What you are asked to do: What is the number of lines in the data holding the word "left"? Give that number by itself.

Dataset items:
--- --- ---
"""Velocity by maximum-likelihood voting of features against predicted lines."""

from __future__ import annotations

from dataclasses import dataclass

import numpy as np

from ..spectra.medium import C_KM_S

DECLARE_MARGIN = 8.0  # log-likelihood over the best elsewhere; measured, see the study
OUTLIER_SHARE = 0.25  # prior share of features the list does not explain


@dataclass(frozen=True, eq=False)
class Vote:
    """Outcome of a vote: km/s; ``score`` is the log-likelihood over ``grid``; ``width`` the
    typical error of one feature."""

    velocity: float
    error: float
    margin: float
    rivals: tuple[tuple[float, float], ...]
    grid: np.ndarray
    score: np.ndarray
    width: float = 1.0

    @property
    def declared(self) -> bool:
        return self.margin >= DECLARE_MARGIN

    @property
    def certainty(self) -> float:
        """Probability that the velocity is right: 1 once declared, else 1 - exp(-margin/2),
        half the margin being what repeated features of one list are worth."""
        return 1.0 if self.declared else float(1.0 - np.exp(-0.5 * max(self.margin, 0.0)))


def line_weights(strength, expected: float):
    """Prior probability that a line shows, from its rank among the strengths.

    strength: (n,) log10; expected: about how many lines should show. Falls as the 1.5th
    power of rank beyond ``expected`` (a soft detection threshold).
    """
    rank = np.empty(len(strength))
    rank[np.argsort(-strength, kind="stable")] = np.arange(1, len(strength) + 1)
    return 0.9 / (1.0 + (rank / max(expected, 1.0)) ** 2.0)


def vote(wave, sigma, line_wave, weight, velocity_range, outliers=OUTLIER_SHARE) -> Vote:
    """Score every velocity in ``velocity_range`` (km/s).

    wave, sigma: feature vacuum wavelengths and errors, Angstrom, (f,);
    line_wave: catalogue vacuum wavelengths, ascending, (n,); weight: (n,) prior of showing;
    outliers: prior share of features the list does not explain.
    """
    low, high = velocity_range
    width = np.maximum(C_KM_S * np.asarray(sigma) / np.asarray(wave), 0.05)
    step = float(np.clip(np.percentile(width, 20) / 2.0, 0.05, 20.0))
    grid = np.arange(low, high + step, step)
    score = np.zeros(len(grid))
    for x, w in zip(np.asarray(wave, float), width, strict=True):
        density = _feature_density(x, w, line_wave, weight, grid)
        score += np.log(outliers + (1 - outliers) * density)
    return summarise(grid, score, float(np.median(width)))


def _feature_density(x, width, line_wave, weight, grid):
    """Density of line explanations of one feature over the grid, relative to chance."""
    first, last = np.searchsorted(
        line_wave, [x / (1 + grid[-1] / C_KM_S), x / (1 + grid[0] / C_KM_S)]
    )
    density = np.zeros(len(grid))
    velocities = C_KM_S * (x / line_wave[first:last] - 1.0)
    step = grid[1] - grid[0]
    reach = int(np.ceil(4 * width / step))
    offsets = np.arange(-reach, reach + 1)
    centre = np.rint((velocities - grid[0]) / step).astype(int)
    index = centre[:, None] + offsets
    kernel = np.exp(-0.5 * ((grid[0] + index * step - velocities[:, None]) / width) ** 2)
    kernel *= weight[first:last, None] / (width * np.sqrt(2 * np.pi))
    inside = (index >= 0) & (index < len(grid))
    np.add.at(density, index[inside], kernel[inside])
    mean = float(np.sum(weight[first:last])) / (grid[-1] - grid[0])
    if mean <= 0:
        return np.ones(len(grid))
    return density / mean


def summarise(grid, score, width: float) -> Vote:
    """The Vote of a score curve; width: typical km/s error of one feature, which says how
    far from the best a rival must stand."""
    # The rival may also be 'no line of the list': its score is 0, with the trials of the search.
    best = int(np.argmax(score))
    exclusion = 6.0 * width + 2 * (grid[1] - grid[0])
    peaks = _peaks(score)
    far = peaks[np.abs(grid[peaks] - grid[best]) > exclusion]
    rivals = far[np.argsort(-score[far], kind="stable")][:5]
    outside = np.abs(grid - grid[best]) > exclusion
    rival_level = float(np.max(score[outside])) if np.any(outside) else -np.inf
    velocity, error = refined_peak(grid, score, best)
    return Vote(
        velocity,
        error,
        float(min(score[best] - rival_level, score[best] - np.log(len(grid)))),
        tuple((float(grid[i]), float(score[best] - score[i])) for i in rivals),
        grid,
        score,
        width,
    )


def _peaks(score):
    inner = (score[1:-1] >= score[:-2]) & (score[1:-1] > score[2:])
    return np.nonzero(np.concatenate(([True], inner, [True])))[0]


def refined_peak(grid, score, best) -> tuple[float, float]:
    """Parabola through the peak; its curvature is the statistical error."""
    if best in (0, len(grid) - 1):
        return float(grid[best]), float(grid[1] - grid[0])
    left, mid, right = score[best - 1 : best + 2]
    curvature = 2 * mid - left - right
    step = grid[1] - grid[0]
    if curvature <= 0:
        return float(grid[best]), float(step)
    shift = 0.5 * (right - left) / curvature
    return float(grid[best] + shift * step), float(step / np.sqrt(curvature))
--- --- ---
Answer section: 3